11.2.4. Implementation comments

The main goal is to help readers understand what the code is doing and why the code is needed (e.g., refer to a bug report), not how.
For long methods, add a comment before each of the major blocks to provide a abstract description of what the block does.
For complex loops, add a comment before the loop to describe what happens in each iteration at an intuitive level.
Document the local variables if they are used over a large span of code.

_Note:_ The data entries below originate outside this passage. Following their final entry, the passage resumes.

# ---------------------------------------------------------------------- real processes
def test_cli_usage_error_has_no_traceback(tmp_path):
    out = subprocess.run([sys.executable, "-m", "interkit.cli", "scan", str(tmp_path / "missing.toml"),
                          "-o", str(tmp_path / "x.nc")], capture_output=True, text=True)
    assert out.returncode == 2
    assert "Traceback" not in out.stderr
    assert out.stderr.strip() == f"interkit: error: spec file: {str(tmp_path / 'missing.toml')!r} does not exist"
    out = subprocess.run([sys.executable, "-m", "interkit.cli", "frobnicate"], capture_output=True, text=True)
    assert out.returncode == 2 and "Traceback" not in out.stderr
    assert out.stderr.count("\n") == 1


def test_cli_bad_frames_spec_has_no_traceback(tmp_path):
    """A frames spec with ``atoms = 5`` crashed with a TypeError traceback before."""
    (tmp_path / "g.xyz").write_text(WATER_HF)
    (tmp_path / "f.xyz").write_text(WATER_HF)
    (tmp_path / "spec.toml").write_text(_spec_text(scan=FRAMES + "atoms = 5"))
    out = subprocess.run([sys.executable, "-m", "interkit.cli", "scan", str(tmp_path / "spec.toml"),
                          "-o", str(tmp_path / "x.nc")], capture_output=True, text=True)
    assert out.returncode == 2, out.stderr
    assert "Traceback" not in out.stderr and out.stderr.count("\n") == 1, out.stderr
    assert "scan.atoms: 5" in out.stderr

11.2.5. Cross-module comments

Real systems involve design decisions that affect multiple classes.
The biggest challenge of documenting cross-module decisions is to find a place.
- E.g., when a new state is introduced, multiple updates are required to handle the state; an obvious place to document all required updates is inside the state enum where a new state will be added.
When there is no obvious place, e.g., all updates depend on each other, the author recommends documenting them in a central design notes.
- The file is divided up into clearly labeled section, one for each major topic.
- Then in any code that relates to a topic, add a short comment “see ”X“ in designNotes”.
- The disadvantage of this approach is to keep is up-to-date as the system envolves.

12. Choose names

A good name conveys information about what the underlying entity is and is not.
- Ask yourself: if someone sees this name in isolation without seeing its declaration or documentation, how closely can they guess?
A good name has two properties: precision and consistency.
The greater the distance between a name’s declaration and its last usage, the longer the name should be.

12.1. Precision

Vague name examples: “count”, “status”, “x”, “result” in a no return method.
It’s fine to use generic “i/j” in a loop as long as the loop does not span large.
A name may also become too specific, e.g., delete(Range Selection) suggests the argument must be a selection, but it can also be passed with unselected range.
If you find it difficult to come up with a name that is precise, intuitive and not too long, then it is a red flag that the variable may not have a clear design.
- Consider alternative factorings, e.g., separate the representation into multiple variables.

12.2. Consistency

Always use the common name for and only for the given purpose, e.g., ch for a channel.
Make sure the purpose is narrow enough that all variables with the same name have the same behavior.
- E.g., a block purpose is not narrow as it can have different behaviors for physical and logical blocks.
When you need multiple variables that refer to the same general thing, use the common name for each variable and add a distinguishing prefix, e.g., srcBlock and dstBlock.
Always use i in outmost loops and j for nested loops.